• [Stored data entries]
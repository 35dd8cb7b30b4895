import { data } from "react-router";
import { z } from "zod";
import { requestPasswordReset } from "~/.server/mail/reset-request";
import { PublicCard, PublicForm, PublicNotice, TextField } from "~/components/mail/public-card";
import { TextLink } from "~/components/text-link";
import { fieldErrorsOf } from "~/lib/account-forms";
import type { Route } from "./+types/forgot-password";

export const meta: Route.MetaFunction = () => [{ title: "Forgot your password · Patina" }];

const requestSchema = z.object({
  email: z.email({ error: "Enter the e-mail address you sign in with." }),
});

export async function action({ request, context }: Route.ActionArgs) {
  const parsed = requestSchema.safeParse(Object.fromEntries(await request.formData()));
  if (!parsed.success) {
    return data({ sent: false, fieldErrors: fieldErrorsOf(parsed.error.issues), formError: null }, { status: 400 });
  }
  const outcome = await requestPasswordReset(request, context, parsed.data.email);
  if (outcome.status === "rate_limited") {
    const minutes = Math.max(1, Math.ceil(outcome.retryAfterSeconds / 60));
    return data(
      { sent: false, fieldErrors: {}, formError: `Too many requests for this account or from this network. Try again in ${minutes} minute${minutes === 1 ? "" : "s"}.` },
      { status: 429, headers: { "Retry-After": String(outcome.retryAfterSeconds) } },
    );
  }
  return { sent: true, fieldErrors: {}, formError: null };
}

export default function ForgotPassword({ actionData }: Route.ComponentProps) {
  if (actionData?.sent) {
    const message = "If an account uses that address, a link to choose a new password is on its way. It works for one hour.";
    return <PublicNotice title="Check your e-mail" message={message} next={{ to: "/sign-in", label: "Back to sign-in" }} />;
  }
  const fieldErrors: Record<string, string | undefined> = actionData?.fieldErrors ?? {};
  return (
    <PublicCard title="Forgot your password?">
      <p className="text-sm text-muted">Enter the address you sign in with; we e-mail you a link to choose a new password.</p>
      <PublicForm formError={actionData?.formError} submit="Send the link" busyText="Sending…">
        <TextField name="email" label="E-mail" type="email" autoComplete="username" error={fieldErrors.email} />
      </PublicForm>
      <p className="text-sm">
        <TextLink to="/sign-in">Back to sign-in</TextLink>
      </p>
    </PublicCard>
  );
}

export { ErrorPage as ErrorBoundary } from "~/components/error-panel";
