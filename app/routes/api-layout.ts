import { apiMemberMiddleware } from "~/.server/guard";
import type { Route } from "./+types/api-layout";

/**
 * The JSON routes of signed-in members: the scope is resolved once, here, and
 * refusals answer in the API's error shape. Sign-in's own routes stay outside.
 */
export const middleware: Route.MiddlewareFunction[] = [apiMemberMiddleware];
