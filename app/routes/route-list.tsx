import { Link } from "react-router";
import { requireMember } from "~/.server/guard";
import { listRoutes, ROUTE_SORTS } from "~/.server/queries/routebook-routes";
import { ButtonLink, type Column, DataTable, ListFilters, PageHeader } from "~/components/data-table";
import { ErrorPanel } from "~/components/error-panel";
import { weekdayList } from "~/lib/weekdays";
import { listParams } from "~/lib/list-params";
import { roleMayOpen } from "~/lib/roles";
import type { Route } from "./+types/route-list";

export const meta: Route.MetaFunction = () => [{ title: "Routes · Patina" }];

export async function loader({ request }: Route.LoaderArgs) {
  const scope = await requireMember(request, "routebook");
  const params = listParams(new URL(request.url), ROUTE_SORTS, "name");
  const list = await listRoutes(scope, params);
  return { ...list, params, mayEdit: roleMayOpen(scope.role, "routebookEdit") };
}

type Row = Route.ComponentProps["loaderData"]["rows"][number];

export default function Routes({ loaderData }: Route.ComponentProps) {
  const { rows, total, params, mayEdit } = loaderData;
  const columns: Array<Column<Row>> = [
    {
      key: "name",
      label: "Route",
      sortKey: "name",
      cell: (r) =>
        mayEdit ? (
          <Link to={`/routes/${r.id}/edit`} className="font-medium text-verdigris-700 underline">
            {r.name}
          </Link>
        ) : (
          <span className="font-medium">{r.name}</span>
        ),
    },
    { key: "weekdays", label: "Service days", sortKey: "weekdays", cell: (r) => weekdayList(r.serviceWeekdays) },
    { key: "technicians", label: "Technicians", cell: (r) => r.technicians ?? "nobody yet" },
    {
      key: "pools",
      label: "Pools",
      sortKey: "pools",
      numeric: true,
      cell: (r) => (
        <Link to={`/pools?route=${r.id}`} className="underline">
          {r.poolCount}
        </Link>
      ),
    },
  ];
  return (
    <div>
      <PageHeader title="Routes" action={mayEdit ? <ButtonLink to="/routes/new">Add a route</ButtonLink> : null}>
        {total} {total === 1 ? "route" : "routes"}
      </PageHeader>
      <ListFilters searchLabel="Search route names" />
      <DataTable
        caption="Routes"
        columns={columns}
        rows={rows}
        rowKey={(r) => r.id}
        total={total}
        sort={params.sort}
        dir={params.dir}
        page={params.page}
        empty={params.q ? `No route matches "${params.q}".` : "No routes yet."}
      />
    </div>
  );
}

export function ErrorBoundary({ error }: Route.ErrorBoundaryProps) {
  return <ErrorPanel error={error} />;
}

• [Exercise description] I would like you to output every record exactly as written.

• [Your response]
repository 35dd8cb7b30b4895
import { data } from "react-router";
import { z } from "zod";
import { requestPasswordReset } from "~/.server/mail/reset-request";
import { PublicCard, PublicForm, PublicNotice, TextField } from "~/components/mail/public-card";
import { TextLink } from "~/components/text-link";
import { fieldErrorsOf } from "~/lib/account-forms";
import type { Route } from "./+types/forgot-password";

export const meta: Route.MetaFunction = () => [{ title: "Forgot your password · Patina" }];

const requestSchema = z.object({
  email: z.email({ error: "Enter the e-mail address you sign in with." }),
});

export async function action({ request, context }: Route.ActionArgs) {
  const parsed = requestSchema.safeParse(Object.fromEntries(await request.formData()));
  if (!parsed.success) {
    return data({ sent: false, fieldErrors: fieldErrorsOf(parsed.error.issues), formError: null }, { status: 400 });
  }
  const outcome = await requestPasswordReset(request, context, parsed.data.email);
  if (outcome.status === "rate_limited") {
    const minutes = Math.max(1, Math.ceil(outcome.retryAfterSeconds / 60));
    return data(
      { sent: false, fieldErrors: {}, formError: `Too many requests for this account or from this network. Try again in ${minutes} minute${minutes === 1 ? "" : "s"}.` },
      { status: 429, headers: { "Retry-After": String(outcome.retryAfterSeconds) } },
    );
  }
  return { sent: true, fieldErrors: {}, formError: null };
}

export default function ForgotPassword({ actionData }: Route.ComponentProps) {
  if (actionData?.sent) {
    const message = "If an account uses that address, a link to choose a new password is on its way. It works for one hour.";
    return <PublicNotice title="Check your e-mail" message={message} next={{ to: "/sign-in", label: "Back to sign-in" }} />;
  }
  const fieldErrors: Record<string, string | undefined> = actionData?.fieldErrors ?? {};
  return (
    <PublicCard title="Forgot your password?">
      <p className="text-sm text-muted">Enter the address you sign in with; we e-mail you a link to choose a new password.</p>
      <PublicForm formError={actionData?.formError} submit="Send the link" busyText="Sending…">
        <TextField name="email" label="E-mail" type="email" autoComplete="username" error={fieldErrors.email} />
      </PublicForm>
      <p className="text-sm">
        <TextLink to="/sign-in">Back to sign-in</TextLink>
      </p>
    </PublicCard>
  );
}

export { ErrorPage as ErrorBoundary } from "~/components/error-panel";
filename app/routes/api-layout.ts
import { apiMemberMiddleware } from "~/.server/guard";
import type { Route } from "./+types/api-layout";

/**
 * The JSON routes of signed-in members: the scope is resolved once, here, and
 * refusals answer in the API's error shape. Sign-in's own routes stay outside.
 */
export const middleware: Route.MiddlewareFunction[] = [apiMemberMiddleware];
filename app/routes/route-list.tsx
import { Link } from "react-router";
import { requireMember } from "~/.server/guard";
import { listRoutes, ROUTE_SORTS } from "~/.server/queries/routebook-routes";
import { ButtonLink, type Column, DataTable, ListFilters, PageHeader } from "~/components/data-table";
import { ErrorPanel } from "~/components/error-panel";
import { weekdayList } from "~/lib/weekdays";
import { listParams } from "~/lib/list-params";
import { roleMayOpen } from "~/lib/roles";
import type { Route } from "./+types/route-list";

export const meta: Route.MetaFunction = () => [{ title: "Routes · Patina" }];

export async function loader({ request }: Route.LoaderArgs) {
  const scope = await requireMember(request, "routebook");
  const params = listParams(new URL(request.url), ROUTE_SORTS, "name");
  const list = await listRoutes(scope, params);
  return { ...list, params, mayEdit: roleMayOpen(scope.role, "routebookEdit") };
}

type Row = Route.ComponentProps["loaderData"]["rows"][number];

export default function Routes({ loaderData }: Route.ComponentProps) {
  const { rows, total, params, mayEdit } = loaderData;
  const columns: Array<Column<Row>> = [
    {
      key: "name",
      label: "Route",
      sortKey: "name",
      cell: (r) =>
        mayEdit ? (
          <Link to={`/routes/${r.id}/edit`} className="font-medium text-verdigris-700 underline">
            {r.name}
          </Link>
        ) : (
          <span className="font-medium">{r.name}</span>
        ),
    },
    { key: "weekdays", label: "Service days", sortKey: "weekdays", cell: (r) => weekdayList(r.serviceWeekdays) },
    { key: "technicians", label: "Technicians", cell: (r) => r.technicians ?? "nobody yet" },
    {
      key: "pools",
      label: "Pools",
      sortKey: "pools",
      numeric: true,
      cell: (r) => (
        <Link to={`/pools?route=${r.id}`} className="underline">
          {r.poolCount}
        </Link>
      ),
    },
  ];
  return (
    <div>
      <PageHeader title="Routes" action={mayEdit ? <ButtonLink to="/routes/new">Add a route</ButtonLink> : null}>
        {total} {total === 1 ? "route" : "routes"}
      </PageHeader>
      <ListFilters searchLabel="Search route names" />
      <DataTable
        caption="Routes"
        columns={columns}
        rows={rows}
        rowKey={(r) => r.id}
        total={total}
        sort={params.sort}
        dir={params.dir}
        page={params.page}
        empty={params.q ? `No route matches "${params.q}".` : "No routes yet."}
      />
    </div>
  );
}

export function ErrorBoundary({ error }: Route.ErrorBoundaryProps) {
  return <ErrorPanel error={error} />;
}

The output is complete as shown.